Expression of influenza A and B virus nucleoprotein antigens in baculovirus.

Full-length cDNA clones of the nucleoprotein (NP) genes of influenza A/Ann Arbor/6/60 and B/Ann Arbor/1/86 viruses were constructed from virion RNA and subsequently expressed in Spodoptera frugiperda (Sf9) cells using the baculovirus vector, Autographa californica nuclear polyhedrosis virus. Western blot analysis of lysates prepared from Sf9 cells infected with the recombinant viruses confirmed that the baculovirus-expressed NP antigens were reactive with monoclonal antibodies specific for either type A or B NP and with anti-NP antibodies in human serum samples. Electrophoretic analysis indicated that the expressed NP antigens comigrated with NP purified from influenza A or B virions and that the recombinant NP antigens represented greater than 10% of total protein in infected cells. Dilutions of clarified Sf9 cell lysates were used as antigens in a standard enzyme immunoassay to detect serum antibody specific for influenza A or B viruses. The results from assays using the baculovirus-expressed NP antigens showed good correlation with the results obtained using bacterially expressed NP antigen as well as complement fixation. Therefore, baculovirus-expressed NP antigens have the potential to be used to develop reproducible and routine assays for the serodiagnosis of influenza virus infections as an alternative to the complement fixation or haemagglutination inhibition tests.

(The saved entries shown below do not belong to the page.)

package ephemeris

import (
	"fmt"
	"math"
	"strconv"
	"strings"
	"time"
)

// UTC is an instant of Coordinated Universal Time that can also stand inside
// a leap second, which Unix seconds can't: the day and the seconds since its
// start, 86400 and more only within the leap second 23:59:60.
type UTC struct {
	MJD    int     // Modified Julian Date of the day
	Second float64 // SI seconds since 0h UTC, [0, 86401)
}

// DayFraction is an instant in a uniform scale (TAI, TT, UT1) as a Modified
// Julian Date in two parts, which keeps 1e-11 s.
type DayFraction struct {
	Day      int
	Fraction float64 // of 86400 s, [0, 1)
}

// unixMJD is 1970-01-01 as MJD.
const unixMJD = 40587

// UTCFromUnix converts Unix s (leap seconds not counted).
func UTCFromUnix(unix float64) UTC {
	day := math.Floor(unix / 86400)
	return UTC{MJD: int(day) + unixMJD, Second: unix - day*86400}
}

// Unix returns Unix s; 23:59:60.x gets the value of 00:00:00.x a second later,
// as POSIX counts.
func (u UTC) Unix() float64 {
	return float64(u.MJD-unixMJD)*86400 + u.Second
}

// ParseUTC reads ISO 8601 with Z, such as 2016-12-31T23:59:60.250Z; the
// fraction is optional. Whether that minute really had a leap second is not
// checked here but by Clock.Check.
func ParseUTC(s string) (UTC, error) {
	bad := func() (UTC, error) {
		return UTC{}, fmt.Errorf("%q isn't a UTC instant; one such as 2027-02-01T03:04:05Z is wanted", s)
	}
	if len(s) < 20 || s[10] != 'T' || s[len(s)-1] != 'Z' || s[16] != ':' {
		return bad()
	}
	minute, err := time.Parse("2006-01-02T15:04", s[:16])
	if err != nil {
		return bad()
	}
	word := s[17 : len(s)-1]
	if strings.Trim(word, "0123456789.") != "" || len(word) < 2 || (len(word) > 2 && (word[2] != '.' || len(word) == 3)) {
		return bad()
	}
	sec, err := strconv.ParseFloat(word, 64)
	if err != nil || sec >= 61 || (sec >= 60 && (minute.Hour() != 23 || minute.Minute() != 59)) {
		return bad()
	}
	day := minute.Truncate(24 * time.Hour)
	mjd := int(math.Floor(float64(day.Unix())/86400)) + unixMJD
	return UTC{MJD: mjd, Second: minute.Sub(day).Seconds() + sec}, nil
}

// String returns ISO 8601 with Z to the millisecond, truncated; inside a leap
// second the seconds read 60.
func (u UTC) String() string {
	day := time.Unix(int64(u.MJD-unixMJD)*86400, 0).UTC()
	// To the microsecond first: Unix s carry an error of that size.
	ms := int64(math.Round(u.Second*1e6)) / 1000
	if u.Second < 86400 {
		ms = min(ms, 86399999) // never a :60 that isn't there
	}
	minute := min(ms/60000, 1439)
	rest := ms - minute*60000
	return fmt.Sprintf("%sT%02d:%02d:%02d.%03dZ", day.Format(time.DateOnly), minute/60, minute%60, rest/1000, rest%1000)
}

// Add returns the instant the given number of days of 86400 s later.
func (d DayFraction) Add(days float64) DayFraction {
	f := d.Fraction + days
	n := math.Floor(f)
	f -= n
	if f >= 1 { // a tiny negative number, rounded up
		n, f = n+1, 0
	}
	return DayFraction{Day: d.Day + int(n), Fraction: f}
}

// SinceJ2000 returns the days since MJD 51544.5.
func (d DayFraction) SinceJ2000() float64 {
	return float64(d.Day-51544) + (d.Fraction - 0.5)
}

Production of the M2 protein of influenza A virus in insect cells is enhanced in the presence of amantadine

Recombinant baculoviruses that express the M2 protein from the genes of either the amantadine-sensitive, influenza A/Ann Arbor/6/60 virus or a laboratory-derived, amantadine-resistant mutant of this virus were constructed. Addition of amantadine or rimantadine at 2 micrograms/ml to cultures of Sf9 cells infected with the recombinant baculoviruses increased the yield of the M2 protein from the amantadine-sensitive virus approximately 10-fold, but did not increase the yield of the M2 protein from the amantadine-resistant virus. Flow cytometry demonstrated that the increased production of M2 in the presence of amantadine resulted in increased cell surface expression of the M2 protein. Pulse-chase experiments indicated that whereas the rate of synthesis of the M2 protein increased in the presence of amantadine, the M2 protein was stable in both the presence and absence of amantadine. Addition of amantadine to Sf9 cells as late as 72 h after infection with the recombinant virus increased the production of M2 protein. These data suggest that the M2 protein exerts some biological activity in Sf9 cells.

Comparison of inactivated, live and recombinant DNA vaccines against influenza virus in a mouse model

The protective efficacy of influenza hemagglutinin expressed from recombinant vaccinia virus was compared with that induced by inactivated or infectious influenza vaccines. Intraperitoneal and intranasal routes of vaccination were compared. All the vaccines except the intranasally administered, inactivated vaccine induced detectable levels of neutralizing and hemagglutination-inhibiting antibodies in the serum of mice at 28 days postvaccination. Immunization with any of the intranasally administered vaccines reduced the amount of influenza virus nucleoprotein antigen in lungs after challenge with a homologous, mouse-adapted strain of influenza virus. Intraperitoneally administered vaccines failed to provide such protection. These results indicated that the route of vaccine administration may be the most critical factor for inducing protective immunity. The results also showed that in this mouse model a recombinant DNA-based vaccine could provide protection equivalent to that provided by conventional attenuated and inactivated influenza vaccines.